Streaming Large Files in JRuby

Written by Chris Sandison

February 10, 2017

Before the world’s Open Data ends up on Namara, it’s pumped through a multi-component pipeline that we call our ELR (an ETL with some extra steps for linking, formatting, analyzing and forging new data). While our current transformer (dubbed Unity) is used in the ELR for standardization and normalization, it also exists as a standalone service. Unity is capable of coalescing disjunct and disparate data sets into a single data set with a unified schema.

Behind the scenes, the all data sources are partitioned and processed in a MapReduce-like fashion. All outputs are then combined into a single data set. Unity runs on JRuby on Rails, using Sidekiq to handle the parallelization. The modelling component of the codebase is written in Ruby, while the data processing components are written in Java.

Though we saw significant performance benefits using Java over a straight Ruby implementation, we have noticed some memory issues that would arise when processing large files (~9GB), or multiple large files at once. The documentation on dealing with memory management during large file operations has been sparse, leading us to uncover a few gotchas.


The Java garbage collector is only called when the free heap space begins to get tight.
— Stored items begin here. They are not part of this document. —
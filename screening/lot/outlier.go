package lot

import (
	"fmt"
	"math"
	"slices"

	"gonum.org/v1/gonum/stat/distuv"

	"goodbin/screening"
)

const (
	// averageSigmas is how many robust sigmas part average testing leaves a part from the median.
	averageSigmas = 6
	// leastForAverage is the number of parts from which quartiles are steady enough for it (house; AEC-Q001 bases its limits on six lots of
	// 30). With fewer, Dixon's and Grubbs's tests look at the parts themselves.
	leastForAverage = 20
	// leastStepSigmas: readings cannot show a spread finer than half their last digit (house).
	leastStepSigmas = 0.5
	// smallAlpha is the one-sided level of Dixon's and Grubbs's tests here, so 1 % for both ends: in a hundred bags of sound parts one
	// has a part named.
	smallAlpha = 0.005
	// ModifiedZ is the limit of the modified z-score (second-hand; NIST/SEMATECH 1.3.5.17 from memory).
	ModifiedZ = 3.5
)

// averageSource is where part average testing is from.
var averageSource = screening.Source{Document: "AEC-Q001: median ± 6 robust sigma, robust sigma (Q3−Q1)/1.35", Status: screening.SecondHand}

// PartAverage is the limits of part average testing: what the lot's own spread allows a part, inside what the data sheet does.
type PartAverage struct {
	Limits            // median ± 6 robust sigma, never wider than the limits given
	Median    float64 // SI
	Sigma     float64 // robust sigma, SI; at least half the step
	Rule      QuantileRule
	Enough    bool // at least 20 parts, and a spread that the digits show; else Limits are those given
	Source    screening.Source
	LowIsOwn  bool // the low limit is the lot's, tighter than the one given
	HighIsOwn bool // the same of the high one
}

// PartAverage returns the limits of part average testing after AEC-Q001, with quartiles by a rule; [LotQuartiles] is this program's.
func (r *Readings) PartAverage(l Limits, rule QuantileRule) PartAverage {
	p := PartAverage{Limits: l, Rule: rule, Source: averageSource}
	p.Median = quantile(r.sorted, 0.5, rule)
	p.Sigma = (quantile(r.sorted, 0.75, rule) - quantile(r.sorted, 0.25, rule)) / iqrToSigma
	p.Sigma = math.Max(p.Sigma, leastStepSigmas*r.Step)
	if len(r.sorted) < leastForAverage || !(p.Sigma > 0) {
		return p
	}
	p.Enough = true
	if low := p.Median - averageSigmas*p.Sigma; low > l.Low {
		p.Low, p.LowIsOwn = low, true
	}
	if high := p.Median + averageSigmas*p.Sigma; high < l.High {
		p.High, p.HighIsOwn = high, true
	}
	return p
}

// ModifiedZScores returns 0.6745·(x − median)/MAD of every part in the order of measuring; beyond ±3.5 a part is unlike its fellows. Where
// more than half the parts read the same the MAD is 0 and the scores are not finite.
func (r *Readings) ModifiedZScores() []float64 {
	median := quantile(r.sorted, 0.5, LotQuartiles)
	if len(r.sorted) == 0 {
		return nil
	}
	scale := madToSigma * medianDeviation(r.sorted, median)
	out := make([]float64, len(r.inOrder))
	for i, x := range r.inOrder {
		out[i] = (x - median) / scale
	}
	return out
}

// Grubbs returns the largest distance from the mean in standard deviations, and whether it is the high end's. It is NaN for fewer than three
// parts, 0 where all read the same.
func (r *Readings) Grubbs() (g float64, high bool) {
	if len(r.sorted) < 3 {
		return math.NaN(), false
	}
	s := r.Summary()
	if s.SD == 0 {
		return 0, false
	}
	up, down := (s.Max-s.Mean)/s.SD, (s.Mean-s.Min)/s.SD
	return math.Max(up, down), up >= down
}

// GrubbsCritical returns Grubbs's critical value for one end at level alpha: (n−1)/√n·√(t²/(n−2+t²)) with t the upper alpha/n quantile of
// Student's distribution with n−2 degrees of freedom. For either end use alpha/2. It is NaN for fewer than three parts.
func GrubbsCritical(n int, alpha float64) float64 {
	if n < 3 || !(alpha > 0 && alpha < 1) {
		return math.NaN()
	}
	f := float64(n)
	t := distuv.StudentsT{Sigma: 1, Nu: f - 2}.Quantile(1 - alpha/f)
	return (f - 1) / math.Sqrt(f) * math.Sqrt(t*t/(f-2+t*t))
}

// Outlier is a part that is unlike its fellows.
type Outlier struct {
	Index     int // in the order of measuring
	Value     float64
	Within    bool    // it keeps the limits all the same
	Test      string  // the test and its threshold
	Statistic float64 // in the test's own measure
	Threshold float64
	Why       string
}

// Outliers names the parts unlike their fellows, worst first, and so those to look at although they pass: from 20 parts on by part average
// testing; with fewer by Dixon's ratio (to 7 parts) or Grubbs's test (8 to 19), again without the part found, up to a quarter of the parts.
// Fewer than four parts have no outliers: none of three tells who is wrong.
func (r *Readings) Outliers(l Limits) []Outlier {
	if len(r.sorted) >= leastForAverage {
		return r.averageOutliers(l)
	}
	return r.smallOutliers(l)
}

func (r *Readings) averageOutliers(l Limits) []Outlier {
	p := r.PartAverage(NoLimits(), LotQuartiles)
	if !p.Enough {
		return nil
	}
	var out []Outlier
	for i, x := range r.inOrder {
		if p.Hold(x) {
			continue
		}
		sigmas := math.Abs(x-p.Median) / p.Sigma
		out = append(out, Outlier{
			Index: i, Value: x, Within: l.Hold(x), Statistic: sigmas, Threshold: averageSigmas,
			Test: "part average testing, AEC-Q001: 6 robust sigma from the median, quartiles by " + LotQuartiles.String(),
			Why: fmt.Sprintf("%s is %.3g robust sigma from the median %s; the lot leaves %s to %s",
				r.print(x), sigmas, r.print(p.Median), r.print(p.Low), r.print(p.High)),
		})
	}
	slices.SortStableFunc(out, func(a, b Outlier) int {
		switch {
		case a.Statistic > b.Statistic:
			return -1
		case a.Statistic < b.Statistic:
			return 1
		}
		return 0
	})
	return out
}

// leastForSmall is the fewest parts among which one can be called the odd one.
const leastForSmall = 4

func (r *Readings) smallOutliers(l Limits) []Outlier {
	left := &Readings{Unit: r.Unit, Step: r.Step, sorted: slices.Clone(r.sorted)}
	var out []Outlier
	for n := len(left.sorted); n >= leastForSmall && 4*len(out) < len(r.sorted); n = len(left.sorted) {
		o, high, found := left.smallOutlier()
		if !found {
			break
		}
		at := 0
		if high {
			at = n - 1
		}
		o.Value = left.sorted[at]
		o.Index = r.indexOf(o.Value, out)
		o.Within = l.Hold(o.Value)
		o.Why = fmt.Sprintf("%s stands apart from the other %d: %s %.3g, above %.3g", r.print(o.Value), n-1, o.Test, o.Statistic, o.Threshold)
		out = append(out, o)
		left.sorted = slices.Delete(left.sorted, at, at+1)
	}
	return out
}

// smallOutlier tests the more suspect end of a few parts. A gap no wider than the last digit is none.
func (r *Readings) smallOutlier() (o Outlier, high, found bool) {
	n := len(r.sorted)
	if n <= 7 {
		var ratio string
		ratio, o.Statistic, high = r.Dixon()
		o.Threshold, _ = DixonCritical(ratio, n, smallAlpha)
		o.Test = "Dixon's " + ratio
	} else {
		o.Statistic, high = r.Grubbs()
		o.Threshold = GrubbsCritical(n, smallAlpha)
		o.Test = "Grubbs's G"
	}
	gap := r.sorted[1] - r.sorted[0]
	if high {
		gap = r.sorted[n-1] - r.sorted[n-2]
	}
	return o, high, o.Statistic > o.Threshold && gap > r.Step*1.5
}

// indexOf finds the place of a value in the order of measuring among those not yet named.
func (r *Readings) indexOf(x float64, named []Outlier) int {
	for i, y := range r.inOrder {
		if y == x && !slices.ContainsFunc(named, func(o Outlier) bool { return o.Index == i }) {
			return i
		}
	}
	return -1
}
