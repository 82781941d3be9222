package lot

import (
	"fmt"
	"math"
	"slices"

	"gonum.org/v1/gonum/stat"

	"goodbin/screening/quantity"
)

// Readings are one characteristic of a lot's parts in the order of measuring. A part's index is its place in that order, from 0.
type Readings struct {
	Unit quantity.Unit // what texts print values in
	Step float64       // the last digit of the coarsest reading, SI; 0 where it is not known

	inOrder []float64
	sorted  []float64
}

// New returns the readings of a lot so far. It fails where a value is no number or infinite, or the step is negative.
func New(unit quantity.Unit, step float64, values ...float64) (*Readings, error) {
	if !(step >= 0) || math.IsInf(step, 0) {
		return nil, fmt.Errorf("step: %g is no size of a last digit", step)
	}
	for i, x := range values {
		if err := finite(x, i); err != nil {
			return nil, err
		}
	}
	r := &Readings{Unit: unit, Step: step, inOrder: slices.Clone(values), sorted: slices.Clone(values)}
	slices.Sort(r.sorted)
	return r, nil
}

func finite(x float64, index int) error {
	if math.IsNaN(x) || math.IsInf(x, 0) {
		return fmt.Errorf("part %d: %g is no reading that statistics can use", index+1, x)
	}
	return nil
}

// Add puts the next part's reading to the others. It fails where the value is no number or infinite.
func (r *Readings) Add(x float64) error {
	if err := finite(x, len(r.inOrder)); err != nil {
		return err
	}
	r.inOrder = append(r.inOrder, x)
	at, _ := slices.BinarySearch(r.sorted, x)
	r.sorted = slices.Insert(r.sorted, at, x)
	return nil
}

// Len returns how many parts were measured.
func (r *Readings) Len() int { return len(r.inOrder) }

// InOrder returns a copy of the readings in the order of measuring.
func (r *Readings) InOrder() []float64 { return slices.Clone(r.inOrder) }

// print shows a value with the unit of the readings, to four significant digits.
func (r *Readings) print(x float64) string { return quantity.Format(x, r.Unit, 4) }

// Limits are the bounds that the lot's parts must keep, SI; ±Inf where open.
type Limits struct{ Low, High float64 }

// NoLimits leaves both sides open.
func NoLimits() Limits { return Limits{math.Inf(-1), math.Inf(1)} }

// Hold reports whether a value keeps the limits; a value on a bound does.
func (l Limits) Hold(x float64) bool { return x >= l.Low && x <= l.High }

// QuantileRule is how a quantile between two readings is read off (Hyndman and Fan 1996). On 100 readings the choice alone moves the limits
// of part average testing by 12 %, so one is fixed: [LotQuartiles].
type QuantileRule uint8

// The rules that programs use. Position h counts sorted readings from 1; between two of them the line joining them is taken.
const (
	Type6 QuantileRule = 6 // h = (n+1)p
	Type7 QuantileRule = 7 // h = (n−1)p + 1, the inclusive quartile of spreadsheets
	Type8 QuantileRule = 8 // h = (n+1/3)p + 1/3, about unbiased for the median of the quantile
)

// LotQuartiles is the rule for every quartile that this package reports: of the three it alone gives a robust sigma that is nearly right on
// average at any number of parts, where type 7 reads a quarter low on five parts and so finds outliers that are none.
const LotQuartiles = Type8

// String names the rule in full.
func (q QuantileRule) String() string { return fmt.Sprintf("Hyndman-Fan type %d", uint8(q)) }

// Quantile returns the p-quantile (0 ≤ p ≤ 1) by a rule; NaN without readings, outside that range and for a rule there is none of.
func (r *Readings) Quantile(p float64, rule QuantileRule) float64 { return quantile(r.sorted, p, rule) }

func quantile(sorted []float64, p float64, rule QuantileRule) float64 {
	n := float64(len(sorted))
	if n == 0 || !(p >= 0 && p <= 1) {
		return math.NaN()
	}
	var h float64
	switch rule {
	case Type6:
		h = (n + 1) * p
	case Type7:
		h = (n-1)*p + 1
	case Type8:
		h = (n+1./3)*p + 1./3
	default:
		return math.NaN()
	}
	h = min(max(h, 1), n)
	below := math.Floor(h)
	low := sorted[int(below)-1]
	if h == below {
		return low
	}
	return low + (h-below)*(sorted[int(below)]-low)
}

const (
	// iqrToSigma is the interquartile range of a normal distribution in sigmas as AEC-Q001 rounds it; exactly it is 1.34898.
	iqrToSigma = 1.35
	// madToSigma is 1/Φ⁻¹(0.75), which makes the median absolute deviation of a normal distribution its sigma.
	madToSigma = 1.482602218505602
)

// Summary describes the readings so far, in SI units. Of no readings everything but N is NaN; the spreads of one reading are NaN.
type Summary struct {
	N           int
	Min, Max    float64
	Mean        float64
	SD          float64 // with n−1
	Median      float64
	Q1, Q3      float64 // quartiles by LotQuartiles
	RobustSigma float64 // (Q3−Q1)/1.35, as AEC-Q001 has it
	MAD         float64 // median absolute deviation from the median
	ScaledMAD   float64 // 1.4826·MAD: another robust sigma, blind to less than half of the parts
}

// MeanUncertainty returns the standard uncertainty of the mean from the scatter alone, SD/√n (JCGM 100, 4.2.3).
func (s Summary) MeanUncertainty() float64 { return s.SD / math.Sqrt(float64(s.N)) }

// Summary describes the readings so far. It does not depend on the order of measuring.
func (r *Readings) Summary() Summary {
	nan := math.NaN()
	s := Summary{N: len(r.sorted), Min: nan, Max: nan, Mean: nan, SD: nan, Median: nan, Q1: nan, Q3: nan, RobustSigma: nan, MAD: nan, ScaledMAD: nan}
	if s.N == 0 {
		return s
	}
	s.Min, s.Max = r.sorted[0], r.sorted[s.N-1]
	s.Mean, s.SD = meanSD(r.sorted)
	s.Median = quantile(r.sorted, 0.5, LotQuartiles)
	s.Q1, s.Q3 = quantile(r.sorted, 0.25, LotQuartiles), quantile(r.sorted, 0.75, LotQuartiles)
	if s.N == 1 {
		return s
	}
	s.RobustSigma = (s.Q3 - s.Q1) / iqrToSigma
	s.MAD = medianDeviation(r.sorted, s.Median)
	s.ScaledMAD = madToSigma * s.MAD
	return s
}

// meanSD returns mean and standard deviation of sorted values. Both work on the distances from the middle one, so that digits common to all
// readings cost nothing.
func meanSD(sorted []float64) (mean, sd float64) {
	middle := sorted[len(sorted)/2]
	distances := make([]float64, len(sorted))
	for i, x := range sorted {
		distances[i] = x - middle
	}
	m, v := stat.MeanVariance(distances, nil)
	if len(sorted) == 1 {
		return sorted[0], math.NaN()
	}
	return middle + m, math.Sqrt(v)
}

// medianDeviation returns the median distance from the median. Both halves of the sorted readings are already in order of distance, so that
// merging them from the median outwards needs no sorting.
func medianDeviation(sorted []float64, median float64) float64 {
	right, _ := slices.BinarySearch(sorted, median)
	left := right - 1
	n := len(sorted)
	next := func() float64 {
		if right >= n || left >= 0 && median-sorted[left] <= sorted[right]-median {
			left--
			return median - sorted[left+1]
		}
		right++
		return sorted[right-1] - median
	}
	var last, current float64
	for range n/2 + 1 {
		last, current = current, next()
	}
	if n%2 == 1 {
		return current
	}
	return (last + current) / 2
}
During a normal operation, the memory used by the service would grow at a linear rate, but explicit invocation of the GC would always reduce it to some base amount, so we were confident that there wasn’t a persistent leak.

The data sets used as input on these operations are externally hosted, so the first step in the process was to stream the file onto disk. What we had looked something like this:

uri = URI("https://www.someurl.com/file.csv")
Net::HTTP.start(uri.host, uri.port, use_ssl: (uri.scheme == "https")) do |http|
  http.request(Net::HTTP::Get.new(uri)) do |response|
    # check response object
    File.open("some/path/for/writing.csv", 'wb') do |file|
      response.read_body do |file_chunk|
        file.write(file_chunk)
      end
    end
  end
end

Which in most cases worked perfectly. Until we started reading in large files — larger than our heap allocation. Or until we were doing this 30 times for 30 different 500mb files in 30 workers on the same machine. We noticed that explicit invocation of the GC during file download was not deallocating any memory at all, but that memory use would grow until the download was completed.

The solution is subtle:

uri = URI("https://www.someurl.com/file.csv")
File.open("some/path/for/writing", 'wb') do |file|
  Net::HTTP.start(uri.host, uri.port, use_ssl: (uri.scheme == "https")) do |http|
    http.request(Net::HTTP::Get.new(uri)) do |response|
      response.read_body do |file_chunk|
        file.write(file_chunk)
      end
    end
  end
end

The File#open call must wrap the entire session, otherwise the GC will not deallocate any of the streamed response text until the session block exits. With this change, we saw that the memory usage would only fluctuate 10–15mb at a time, showing that the GC was freeing memory allocated during the stream.


An additional caveat

response.read_body must be called within a block. Using response = http.request(...) and then calling response.read_body will have slurped the entire response.